Your Energy cap is a major limiter of your activity. Food items usually restore Energy, so it’s good to stock up on those. Learning the skill Meditation I lets you use a Meditation Orb, which allows you to regenerate a random amount of Energy or Mood when you want, with only a 30 second timeout to using it repeatedly. I would try to get that as soon as possible.
You’ll want to earn lots of iMG to unlock Upgrades and expand your yard and home. Most things you do will earn you at least a tiny bit of iMG. When you get the Skills to use machines to make stuff, you can usually convert several items at once, which can get you more for less work. A lot of your iMG will come from Achievements, which the game tracks in the background for you, and Quests, which are usually randomly assigned.
There is a bug in the current version (0.14.1), as I write this, that allows you to get all the rewards for most Quests without having to do them. Just cancel the Quest from the quest screen, then exit the game and reenter. You’ll have to wait 30 seconds before coming back in, but when you do you’ll get the full reward! One of the Quests, the one that asks you to construct an Icon, is extremely time-consuming to complete, but has high rewards. This can be used to help fund some of the most expensive Upgrades.
You can gain a lot of iMG every game day by using Emblems and Icons. There are shrines to the 11 Giants around many areas. You can click on one to donate items to it, which awards you an amount of iMG, and well as favor with that Giant, depending on the value (in the game’s money, called Currants) of the item. If you built up 1,000 points of favor with a Giant, you can exchange it for an Emblem for that Giant. (In 0.14.1, the first time you do this with each Giant you’ll receive two Emblems, which is good since you can immediately spend one to unlock an important skill!) Using an Emblem’s Contemplate command can be worth 30 iMG per Emblem of that Giant you’re holding. That takes up a lot of inventory space, so you’ll want to invest in bags, which you can buy from vendors to carry more. It takes a significant number of Currants to outfit yourself with full Bigger Bags, but it’s ultimately worth it because you can carry so many more Emblems, and all kinds of other things too.
If you collect 11 Emblems, you can combine them into an Icon, which can be set on the ground and be Reflected upon, for even more iMG. In the Groddle Heights region, at the moment, there are a number of Icons set up on the ground for people to use, although sometimes they require a small Currant payment.

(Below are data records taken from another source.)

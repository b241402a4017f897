"""Fidelity through the estimate driver, the Python API and the command line."""

import os
import subprocess
import sys
from pathlib import Path

import numpy as np
import pytest

import manybody as mb
from manybody.estimation.calibration import Calibration
from manybody.estimation.driver import estimate
from manybody.measure.ensembles import LocalEnsemble, ShallowEnsemble
from manybody.references import exact
from manybody.simulation.noise import Noise
from tests.helpers import chain, make_shadow, tfim_model, within

ROOT = Path(__file__).resolve().parents[2]


@pytest.mark.parametrize("depth", [0, 2])
def test_fidelity_of_the_sampled_state_to_itself_and_to_a_product_state(depth):
    # F(psi, psi) = 1 and F(psi, |0...0>) = |<0...0|psi>|^2 (scipy ground state; facts of the trade).
    n = 6
    model = tfim_model(n)
    _, psi = exact.ground_state(model.hamiltonian)
    ens = LocalEnsemble(n) if depth == 0 else ShallowEnsemble(n, depth, chain(n))
    shadow = make_shadow(psi, ens, 4000, seed=30 + depth)
    zero = exact.product_state("0" * n)
    for target, value in ((psi, 1.0), (zero, abs(psi[0]) ** 2)):
        result = estimate(shadow, model, quantities=("fidelity",), options={"target": target})
        ok, worst = within(result.fidelity.values, result.fidelity_err.values, value)
        assert ok, worst


def test_shallow_fidelity_beyond_the_exact_size_carries_the_fit_residual():
    # 16 qubits at depth 2: the fitted tensor-network inverse (docs/design.md section 4). The GHZ
    # state's fidelity to itself is 1 and to |0...0> is 1/2 (facts of the trade); the error bar
    # includes the fit's bias bound max|lambda g - 1| (checked on all 2^16 support patterns).
    import quimb.tensor as qtn

    from manybody.estimation.shallow_network import shallow_inverse
    from manybody.io.shadow import Shadow
    from manybody.simulation.sampling import sample_mps

    n = 16
    ghz = np.zeros(2**n)
    ghz[[0, -1]] = 1 / np.sqrt(2)
    ens = ShallowEnsemble(n, 2, chain(n))
    rng = np.random.default_rng(5)
    settings = ens.draw(600, rng)
    bits, _ = sample_mps(qtn.MPS_ghz_state(n), ens, settings, 1, rng)  # exact: bond 2 never truncated
    shadow = Shadow(ensemble=ens, settings=settings, qubit_site=np.arange(n), record_setting=settings.ids,
                    outcomes=bits, counts=np.ones(600, np.int64))
    for target, value in ((qtn.MPS_computational_state("0" * n), 0.5), (ghz, 1.0)):
        result = estimate(shadow, None, quantities=("fidelity",), options={"target": target})
        attrs = result.fidelity.attrs
        bias = shallow_inverse(ens, bond=int(attrs["inverse_bond"])).bias_bound  # the bond the estimate chose
        assert attrs["inverse_bias_bound"] == bias
        assert attrs["inverse_max_residual_over"] == "all support patterns"
        # our own rule: the sweep's rounding bound (single precision when it is at most a tenth of the
        # bias bound, docs/design.md section 4.5) is added to the bias bound
        assert attrs["rounding_bound"] <= 0.1 * bias
        assert float(result.fidelity_err) >= attrs["bias_bound_in_error"] == bias + attrs["rounding_bound"]
        ok, worst = within(result.fidelity.values, result.fidelity_err.values, value)
        assert ok, worst
    # our own behaviour: the fitted route asks for small parts (the progress bar moves, the parts share
    # the cores, here 3 parts of 256 records); every scheduler cuts the same parts and gives the same numbers
    from manybody.estimation.accumulators.fidelity import NETWORK_PART_RECORDS

    serial = estimate(shadow, None, quantities=("fidelity",), options={"target": ghz}, scheduler="sync")
    assert NETWORK_PART_RECORDS < 600 and float(serial.fidelity) == float(result.fidelity)


def test_robust_fidelity_with_readout_errors():
    # Readout flips shrink lambda per qubit; the calibrated inverse removes the bias
    # (Chen, Yu, Zeng, Flammia, PRX Quantum 2, 030348 (2021)). Target: the prepared state itself.
    n = 5
    plus = exact.product_state("+-0+1")
    noise = Noise(p01=0.04, p10=0.04)
    zero = exact.product_state("0" * n)
    cal = Calibration(make_shadow(zero, LocalEnsemble(n), 40000, seed=3, noise=noise))
    shadow = make_shadow(plus, LocalEnsemble(n), 8000, seed=4, noise=noise)
    robust = estimate(shadow, None, calibration=cal, quantities=("fidelity",), options={"target": plus})
    ok, worst = within(robust.fidelity.values, robust.fidelity_err.values, 1.0)
    assert ok, worst
    plain = estimate(shadow, None, quantities=("fidelity",), options={"target": plus})
    assert float(plain.fidelity) < 1 - 4 * float(plain.fidelity_err)  # biased without calibration


def test_api_and_command_line_targets(tmp_path):
    spec = tmp_path / "chain.toml"
    spec.write_text('[lattice]\nkind = "chain"\nsize = [6]\n[model]\nkind = "tfim"\nJ = 1.0\nh = 1.0\n')
    model = mb.load_model(spec)
    shadow = mb.simulate(model, "ground", snapshots=3000, seed=8)
    result = mb.estimate(shadow, target="ground", quantities=["fidelity"])
    ok, worst = within(result.fidelity.values, result.fidelity_err.values, 1.0)  # same state: F = 1
    assert ok, worst
    assert result.fidelity.attrs["target"] == "ground"
    with pytest.raises(mb.InputError, match="^target: the state has 3 qubits"):
        mb.estimate(shadow, target=np.ones(8))
    path = tmp_path / "gs.nc"
    shadow_file = mb.simulate(model, "neel", snapshots=2000, seed=9)
    from manybody.io.shadow import write_shadow

    write_shadow(shadow_file, path)
    env = {**os.environ, "PYTHONPATH": str(ROOT)}
    out = subprocess.run([sys.executable, "-m", "manybody", "estimate", str(path), "--target", "010101",
                          "-o", str(tmp_path / "r.nc")], capture_output=True, text=True, env=env, timeout=300)
    assert out.returncode == 0, out.stderr
    assert "fidelity" in out.stdout
    import xarray as xr

    with xr.open_dataset(tmp_path / "r.nc") as written:  # the neel state is 010101: F = 1
        ok, worst = within(written.fidelity.values, written.fidelity_err.values, 1.0)
    assert ok, worst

If you can find your way to Xalanga, the region Zealous Rd NE currently has all 11 kinds of Icons set up for easy use.
Some features are not yet coded. Some of these are in the game as Upgrades or Skills that don’t work once acquired. There is no indication which these are, which sucks, but what can I say the game’s under heavy development. One of these as of this writing are the ability to unlearn skills to make room for others, and most of the bonus levels you can buy as Upgrade cards.
At the moment lots of areas have terrain but not much of interest to find in them. Many of the special areas don’t yet work. One that does, at least, are the Savannah areas, among them Choru, Xalanga, Zhambu, Baqala, and some others. Try navigating there if you want to find a lot of valuable items quickly.
There are some other things to do if you explore a bit, but many things that were in Glitch are not yet implemented. It’s a bit wild and woolly in that regard, but presumably that kind of stuff will be implemented eventually. As it is, it’s still fun to log in, customize your character (click on their portrait in the bottom-left corner of the window), and run around and explore.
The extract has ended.